_Exercise directions_
Where does the string "episodeId" appear in the listing below? Copy every line where it does.

Segment Start: Data listing

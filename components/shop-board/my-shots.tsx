'use client';

import Link from 'next/link';
import { EmptyState } from '@/components/ui/empty-state';
import { cameraLabels, framingLabels, shotStates } from '@/lib/shots/catalog';
import { shotLabel, type BoardShotDto } from '@/lib/shots/schemas';
import { shotHref } from './board-query';
import { formatLongDay } from './dates';
import { StateButtons, useShotActions, type ShotActions } from './shot-actions';
import { RetakeReason, SafetyPendingBadge, StatePill } from './shot-card';
import { useMyShots } from './use-shop-board';
import { RetryAlert } from '@/components/ui/retry-alert';

type DayGroup = { day: string | null; episodes: { id: string; title: string; shots: BoardShotDto[] }[] };

/** The shoot day of a shot is its own due date, else its episode's shoot date; the server already sorts by it. */
function groupByDay(shots: BoardShotDto[]): DayGroup[] {
  const days = new Map<string | null, DayGroup>();
  for (const shot of shots) {
    const day = shot.dueDate ?? shot.shootDate;
    let group = days.get(day);
    if (!group) days.set(day, (group = { day, episodes: [] }));
    let episode = group.episodes.find((e) => e.id === shot.episodeId);
    if (!episode) group.episodes.push((episode = { id: shot.episodeId, title: shot.episodeTitle, shots: [] }));
    episode.shots.push(shot);
  }
  // Undated work goes last whatever order it arrived in.
  return [...days.values()].sort((a, b) => (a.day === null ? 1 : 0) - (b.day === null ? 1 : 0));
}

type Props = { slug: string; viewerName: string; canChange: boolean; initialShots: BoardShotDto[] };

export function MyShots({ slug, viewerName, canChange, initialShots }: Props) {
  const query = useMyShots(slug, initialShots);
  const actions = useShotActions(slug, viewerName);
  const shots = query.data;

  if (shots.length === 0) {
    return (
      <EmptyState title="Nothing assigned to you">
        When a Host assigns you shots in this channel they show here, by shoot date, with the segment each belongs to.
      </EmptyState>
    );
  }

  const counts = shotStates.map((s) => `${shots.filter((x) => x.state === s).length} ${s}`).join(', ');
  return (
    <div className="space-y-6">
      <p role="status" className="text-sm text-ink-soft">
        {`${shots.length} ${shots.length === 1 ? 'shot' : 'shots'} assigned to you: ${counts}.`}
      </p>
      {query.isError ? (
        <RetryAlert title="Could not refresh your shots." onRetry={() => void query.refetch()}>
          {query.error.message} The list below may be out of date.
        </RetryAlert>
      ) : null}
      {groupByDay(shots).map((group) => (
        <section key={group.day ?? 'none'} aria-labelledby={`day-${group.day ?? 'none'}`} className="space-y-4">
          <h2 id={`day-${group.day ?? 'none'}`} className="border-b border-paper-edge pb-1 text-lg font-bold">
            {group.day ? <time dateTime={group.day}>{formatLongDay(group.day)}</time> : 'No date'}
          </h2>
          {group.episodes.map((episode) => (
            <div key={episode.id} className="space-y-2">
              <h3 className="font-bold text-ink-soft">{episode.title}</h3>
              <ul className="grid gap-3 md:grid-cols-2">
                {episode.shots.map((shot) => (
                  <MyShotItem key={shot.id} slug={slug} shot={shot} actions={canChange ? actions : null} />
                ))}
              </ul>
            </div>
          ))}
        </section>
      ))}
      {actions.dialog}
    </div>
  );
}

function MyShotItem({ slug, shot, actions }: { slug: string; shot: BoardShotDto; actions: ShotActions | null }) {
  return (
    <li
      className={`flex flex-col gap-1.5 rounded-card border bg-white/80 px-3 py-2.5 shadow-card ${shot.state === 'retake' ? 'border-attention/60' : 'border-paper-edge'}`}
    >
      <p className="text-sm">
        <Link href={shotHref(slug, shot)} className="underline decoration-ink/25 underline-offset-2 hover:decoration-ink">
          {shot.segmentTitle} · Shot {shotLabel(shot)}
        </Link>
      </p>
      <p className="break-words font-bold leading-snug">{shot.description}</p>
      <p className="flex flex-wrap items-center gap-x-2 gap-y-1 text-xs text-ink-soft">
        <StatePill state={shot.state} />
        <span>{framingLabels[shot.framing]}</span>
        <span aria-hidden="true">·</span>
        <span>{cameraLabels[shot.camera]}</span>
      </p>
      <RetakeReason shot={shot} />
      {shot.safetyPending ? <SafetyPendingBadge /> : null}
      {actions ? (
        <div className="mt-auto">
          <StateButtons shot={shot} actions={actions} />
        </div>
      ) : null}
    </li>
  );
}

Segment End: Data listing

_Result of this task_
    let episode = group.episodes.find((e) => e.id === shot.episodeId);
    if (!episode) group.episodes.push((episode = { id: shot.episodeId, title: shot.episodeTitle, shots: [] }));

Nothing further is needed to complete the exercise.